→ **ACTIVITY**
Tally up the lines below containing the string "lists", then write the number alone.

-------- MATERIAL SUPPLIED

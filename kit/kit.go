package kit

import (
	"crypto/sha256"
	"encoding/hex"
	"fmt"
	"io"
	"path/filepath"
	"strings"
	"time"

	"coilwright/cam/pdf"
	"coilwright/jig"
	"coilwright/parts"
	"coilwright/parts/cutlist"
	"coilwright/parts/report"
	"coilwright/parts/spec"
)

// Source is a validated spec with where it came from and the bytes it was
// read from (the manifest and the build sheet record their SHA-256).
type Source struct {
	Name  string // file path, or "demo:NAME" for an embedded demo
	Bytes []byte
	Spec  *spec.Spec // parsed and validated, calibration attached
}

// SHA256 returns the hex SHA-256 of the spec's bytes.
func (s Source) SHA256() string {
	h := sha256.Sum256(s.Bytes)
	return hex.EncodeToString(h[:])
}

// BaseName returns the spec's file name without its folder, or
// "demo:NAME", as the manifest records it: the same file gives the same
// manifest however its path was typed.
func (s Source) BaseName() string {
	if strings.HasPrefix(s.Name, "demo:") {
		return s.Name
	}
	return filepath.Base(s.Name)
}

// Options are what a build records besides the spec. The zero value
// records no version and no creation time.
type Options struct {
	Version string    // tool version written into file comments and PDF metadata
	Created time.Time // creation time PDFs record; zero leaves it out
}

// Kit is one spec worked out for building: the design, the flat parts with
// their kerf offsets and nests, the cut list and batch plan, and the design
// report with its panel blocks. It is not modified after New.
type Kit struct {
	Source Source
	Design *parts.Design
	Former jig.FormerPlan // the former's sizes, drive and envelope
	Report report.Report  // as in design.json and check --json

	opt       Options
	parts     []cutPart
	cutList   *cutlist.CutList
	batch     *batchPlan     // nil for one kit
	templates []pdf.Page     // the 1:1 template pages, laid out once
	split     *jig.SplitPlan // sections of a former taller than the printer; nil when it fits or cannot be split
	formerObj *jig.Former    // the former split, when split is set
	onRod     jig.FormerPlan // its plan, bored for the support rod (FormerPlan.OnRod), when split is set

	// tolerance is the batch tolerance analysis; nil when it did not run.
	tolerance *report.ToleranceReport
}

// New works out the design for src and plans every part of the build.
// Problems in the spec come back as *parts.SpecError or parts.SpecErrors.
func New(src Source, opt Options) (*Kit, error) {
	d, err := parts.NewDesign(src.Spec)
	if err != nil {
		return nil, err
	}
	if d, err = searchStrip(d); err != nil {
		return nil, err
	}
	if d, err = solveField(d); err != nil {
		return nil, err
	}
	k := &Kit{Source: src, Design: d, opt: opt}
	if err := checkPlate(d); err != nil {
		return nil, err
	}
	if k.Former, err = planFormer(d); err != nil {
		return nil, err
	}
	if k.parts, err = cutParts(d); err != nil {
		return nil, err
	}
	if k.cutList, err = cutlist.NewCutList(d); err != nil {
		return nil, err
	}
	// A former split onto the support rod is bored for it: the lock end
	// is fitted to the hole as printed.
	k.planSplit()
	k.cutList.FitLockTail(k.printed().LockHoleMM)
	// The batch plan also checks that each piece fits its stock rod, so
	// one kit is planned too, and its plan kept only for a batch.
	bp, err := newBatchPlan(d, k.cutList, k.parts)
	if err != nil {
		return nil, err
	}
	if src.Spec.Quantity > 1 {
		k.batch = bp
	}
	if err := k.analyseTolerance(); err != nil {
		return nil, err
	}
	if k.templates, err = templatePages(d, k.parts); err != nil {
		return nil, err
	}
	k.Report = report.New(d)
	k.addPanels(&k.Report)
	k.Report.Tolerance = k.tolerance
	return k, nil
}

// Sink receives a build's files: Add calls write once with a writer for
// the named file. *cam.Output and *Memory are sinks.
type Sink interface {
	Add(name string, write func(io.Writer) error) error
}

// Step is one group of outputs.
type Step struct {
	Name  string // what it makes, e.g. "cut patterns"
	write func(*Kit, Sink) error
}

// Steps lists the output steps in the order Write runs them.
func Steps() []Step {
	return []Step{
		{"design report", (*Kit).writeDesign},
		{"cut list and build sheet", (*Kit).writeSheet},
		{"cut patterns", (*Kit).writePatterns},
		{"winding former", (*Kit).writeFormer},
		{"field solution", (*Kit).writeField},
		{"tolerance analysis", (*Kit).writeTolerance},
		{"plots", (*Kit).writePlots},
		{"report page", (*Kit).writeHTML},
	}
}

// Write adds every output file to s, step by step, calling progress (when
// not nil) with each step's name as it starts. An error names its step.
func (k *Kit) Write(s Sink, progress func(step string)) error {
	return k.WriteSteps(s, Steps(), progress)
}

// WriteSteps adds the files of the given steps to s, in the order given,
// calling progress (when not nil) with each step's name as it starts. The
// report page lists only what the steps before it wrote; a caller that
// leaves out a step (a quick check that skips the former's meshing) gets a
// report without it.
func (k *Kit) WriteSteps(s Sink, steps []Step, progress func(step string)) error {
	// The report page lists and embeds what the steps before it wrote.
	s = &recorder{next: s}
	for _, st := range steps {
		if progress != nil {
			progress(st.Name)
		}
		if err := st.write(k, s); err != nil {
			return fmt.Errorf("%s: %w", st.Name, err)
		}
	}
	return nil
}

----------------

→ **SOLUTION FOR THIS PROBLEM**
3